The film score was composed by Yuvan Shankar Raja, containing only three songs.
- Harla Farla - Yuvan Shankar Raja, Sanjana Kalmanje
- Amma - Chinmayi, Prarthana
- Scream of Darkness (Theme)

== Release ==
===Theatrical===
The film was initially supposed to have its theatrical release on 1 May 2020 coinciding with the May Day but was postponed due to the COVID-19 pandemic in India. The film was released on 19 February 2021.

== Reception ==
===Box office===
Chakra, made on a budget of ₹31.5 crore, collected ₹65 crore and was a moderate success, despite reportedly incurring a loss of ₹3.5 crore.

===Critical response===
M. Suganth of The Times of India gave 2.5/5 stars and wrote "Chakra is more focused on momentary thrills and the film feels rather tame." Sify gave 2.5/5 stars and wrote "Overall, Chakra is an average action thriller.

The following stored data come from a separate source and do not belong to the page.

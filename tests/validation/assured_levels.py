"""Is the assured level passed more often than the risk, over the known designs?

    python tests/validation/assured_levels.py --out reports/validation/assured_levels.md

For every design of the risk study whose errors are independent: the smallest level at which all
its columns are assured under the true law, and how often 4,000 fresh draws of those errors pass it
on the same columns. The proof says: never more often than the risk.
"""

from __future__ import annotations

import argparse
import time
from pathlib import Path

import numpy as np
from risk_calibration import BLOCK, DRAWS, level
from risk_grid import GRID, SEED, KnownDesign
from risk_reading import RISK
from threadpoolctl import threadpool_limits
from write_up import preamble, share_error, table

from scantling.core.record import FloatArray
from scantling.core.streams import blocks, stream
from scantling.law.families import ErrorLaw
from scantling.law.notation import parse_law
from scantling.planning.assured import ColumnSizes, column_sizes, first_bound, second_bound

SKEW = 1.5
"""Stretch of the right side of the grid's skewed t; ours is (stretch^2 - 1)/(stretch^2 + 1)."""
TRUE_LAWS = {
    "normal": "normal", "Laplace": "laplace", "GED 1.3": "ged:shape=1.3",
    "t 2.5": "student-t:df=2.5", "t 3": "student-t:df=3", "t 4": "student-t:df=4",
    "t 6": "student-t:df=6",
    "skewed t 4": f"skewed-t:df=4,skew={(SKEW**2 - 1) / (SKEW**2 + 1):.10f}",
}  # fmt: skip
"""The tool's own record of each true law, at variance 1."""


def assures_all(sizes: ColumnSizes, law: ErrorLaw, at: float) -> bool:
    """Whether all columns are assured at a level, in sd of the errors."""
    most = max(RISK / first_bound(sizes, law, at), second_bound(sizes, law, at, RISK))
    return most >= sizes.largest.size


def assured_level(X: FloatArray, law: ErrorLaw) -> float | None:
    """Smallest level, to 1 %, at which all columns of X are assured; None up to 1,000."""
    sizes = column_sizes(X)
    low, high = 1.0, 2.0
    while not assures_all(sizes, law, high):
        low, high = high, 2 * high
        if high > 1000:
            return None
    while high > 1.01 * low:
        middle = (low * high) ** 0.5
        low, high = (low, middle) if assures_all(sizes, law, middle) else (middle, high)
    return high


def passing(design: KnownDesign, X: FloatArray, at: float, rng: np.random.Generator) -> float:
    """Share of draws of the true errors of which any score passes the level."""
    n, passed = len(X), 0
    for start, stop in blocks(DRAWS, BLOCK):
        errors = design.law.draw(rng, np.ones(n), stop - start)
        passed += int((np.abs(X.T @ errors) > at * np.sqrt(n)).any(axis=0).sum())
    return passed / DRAWS


def main() -> None:
    """Run and write."""
    parser = argparse.ArgumentParser(description=__doc__.splitlines()[0])
    parser.add_argument("--samples", type=int, default=2)
    parser.add_argument("--out", type=Path, required=True)
    options = parser.parse_args()
    started = time.perf_counter()
    rows, shares, unknown = [], [], 0
    with threadpool_limits(1):
        for design in GRID:
            if design.errors not in TRUE_LAWS:
                continue
            law = parse_law(TRUE_LAWS[design.errors])
            for number in range(1, options.samples + 1):
                sample = design.sample(stream(SEED, f"assured, {design.name}", number))
                at = assured_level(sample.X, law)
                if at is None:
                    unknown += 1
                    continue
                rng = stream(SEED, f"assured draws, {design.name}", number)
                share = passing(design, sample.X, at, rng)
                shares.append(share)
                rows.append(
                    [design.name, f"{at:.2f}", f"{at / level(design.width):.2f}", f"{share:.4f}"]
                )
    worst = max(shares)
    error = share_error(max(worst, 1 / DRAWS), DRAWS)
    lines = preamble("How often the assured level is passed", time.perf_counter() - started)
    lines += [
        "## Reading",
        "",
        f"Over {len(shares)} samples of {len(rows) // options.samples} designs the level at which"
        f" all columns are assured is passed in at most {worst:.4f} ({error:.4f}) of draws, against"
        f" a risk of {RISK:g}; in {sum(share > RISK for share in shares)} samples more often than"
        f" the risk. {unknown} samples have no such level up to 1,000 sd. Under volatility and for"
        " robust losses no columns are assured.",
        "",
        *table(["design", "level, sd", "over the plug-in level", "share passing"], rows),
    ]
    options.out.write_text("\n".join(lines), encoding="utf-8")
    print("\n".join(lines[:10]))


if __name__ == "__main__":
    main()
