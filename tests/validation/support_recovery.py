"""Success curves of the lasso on standard normal designs against the published threshold.

    python tests/validation/support_recovery.py --out reports/validation/support_recovery.md

y = X b + e, X standard normal, s = round(sqrt(p)) coefficients of size 0.5 with random signs,
e normal of sd 0.5; objective ||y - X b||^2 / (2n) + lambda |b|_1 with
lambda = sqrt(2 sd^2 ln(s) ln(p - s) / n). A success is the right sign of every coefficient. With
theta = n / (2 s ln(p - s)) success goes from 0 to 1 around theta = 1, the faster the larger p:
Wainwright (2009), Sharp thresholds for high-dimensional and noisy sparsity recovery using
l1-constrained quadratic programming, IEEE Transactions on Information Theory 55, 2183-2202.
"""

from __future__ import annotations

import argparse
import math
import time
from pathlib import Path

import numpy as np
from threadpoolctl import threadpool_limits

from scantling.core.streams import stream
from scantling.simulation.lasso import lasso_batch

THETAS = (0.25, 0.5, 0.75, 1.0, 1.25, 1.5, 1.75, 2.0, 2.5, 3.0)
REFERENCE: dict[int, tuple[float, ...]] = {
    128: (0.00, 0.00, 0.05, 0.26, 0.48, 0.65, 0.80, 0.84, 0.91, 0.96),
    256: (0.00, 0.00, 0.04, 0.28, 0.57, 0.73, 0.86, 0.92, 0.97, 0.98),
    512: (0.00, 0.00, 0.02, 0.28, 0.63, 0.78, 0.88, 0.93, 0.97, 0.99),
}
"""Shares of success by a program of its own, 500 replicates, its solver checked against
scikit-learn's."""
WITHIN = 0.08
SIZE, SD = 0.5, 0.5
REPLICATES = 500


def sparsity(p: int) -> int:
    """s."""
    return round(math.sqrt(p))


def threshold(p: int) -> float:
    """Rows at theta = 1."""
    s = sparsity(p)
    return 2 * s * math.log(p - s)


def success_share(p: int, theta: float, replicates: int, seed: int) -> float:
    """Share of replicates, each with a design of its own, in which every sign is right."""
    s, n = sparsity(p), max(2, round(theta * threshold(p)))
    penalty = math.sqrt(2 * SD**2 * math.log(s) * math.log(p - s) / n)
    right = 0
    for number in range(replicates):
        rng = stream(seed, "support recovery", p, n, number)
        truth = np.zeros(p)
        truth[:s] = SIZE * rng.choice([-1.0, 1.0], size=s)
        X = rng.standard_normal((n, p))
        y = X @ truth + SD * rng.standard_normal(n)
        found = lasso_batch(X, y, penalty, tol=1e-7)[:, 0]
        right += bool((np.sign(found) == np.sign(truth)).all())
    return right / replicates


def report(replicates: int, seed: int) -> list[str]:
    """The written result."""
    from write_up import preamble, share_error, table

    started = time.monotonic()
    found = {p: [success_share(p, theta, replicates, seed) for theta in THETAS] for p in REFERENCE}
    lines = preamble("Success curves on standard normal designs", time.monotonic() - started)
    lines += [
        f"Share of {replicates} replicates in which the lasso gives every sign right, and in"
        " brackets its Monte Carlo standard error; below it the reference (500 replicates of"
        " another program). theta = n / (2 s ln(p - s)), Wainwright (2009).",
        "",
    ]
    rows, worst, far = [], (0.0, ""), []
    for p, shares in found.items():
        cells = [f"{v:.3f} ({share_error(v, replicates):.3f})" for v in shares]
        rows.append([f"p = {p}, s = {sparsity(p)}", *cells])
        rows.append(["reference", *(f"{v:.2f}" for v in REFERENCE[p])])
        for theta, one, other in zip(THETAS, shares, REFERENCE[p], strict=True):
            where = f"p = {p}, theta = {theta:g}"
            worst = max(worst, (abs(one - other), where))
            if abs(one - other) > WITHIN:
                far.append(f"{where}: {one:.3f} against {other:.2f}")
    lines += table(["", *(f"{theta:g}" for theta in THETAS)], rows)
    middle = THETAS.index(1.0)
    at_one = [shares[middle] for shares in found.values()]
    rises = [shares[middle + 3] - shares[middle - 1] for shares in found.values()]
    return [
        *lines,
        f"Largest difference from the reference: {worst[0]:.3f} ({worst[1]}); {WITHIN} is allowed"
        + (f"; beyond it: {'; '.join(far)}." if far else "."),
        f"At theta = 1 the curves meet: {', '.join(f'{v:.3f}' for v in at_one)}. From theta = 0.75"
        f" to 1.75 they rise by {', '.join(f'{v:.3f}' for v in rises)}: steeper as p grows.",
    ]


def main() -> None:
    """Run and write."""
    parser = argparse.ArgumentParser(description=__doc__.splitlines()[0])
    parser.add_argument("--out", type=Path, required=True)
    parser.add_argument("--replicates", type=int, default=REPLICATES)
    parser.add_argument("--seed", type=int, default=1)
    asked = parser.parse_args()
    with threadpool_limits(limits=1):
        lines = report(asked.replicates, asked.seed)
    asked.out.write_text("\n".join(lines) + "\n", encoding="utf-8")


if __name__ == "__main__":
    main()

The backstory lacks emotional connect and the only solace is the constant cat and mouse game between cops and the robbers." Srinivasan Ramanujan of The Hindu wrote "The Vishal-starrer cashes in on a timely subject, but does little justice to it."

== Controversies ==

The Madras High Court issued a temporary stay order preventing the release of the film over copyright claims. Trident Arts studio which was initially offered to produce the film filed complaint at the High Court stating that the story of the film was initially narrated to them by the film director. It was revealed that the producer of Trident Arts, Ravi entered a contract with the director Anandan to produce the film. However, the production was later handed over to Vishal Film Factory without the consent of Trident Arts. In addition, Madras HC urged Vishal to pay compensation for the losses incurred by the producer of his previous film Action. The dispute between Trident Arts and Vishal Film Factory was solved just days before the film's release.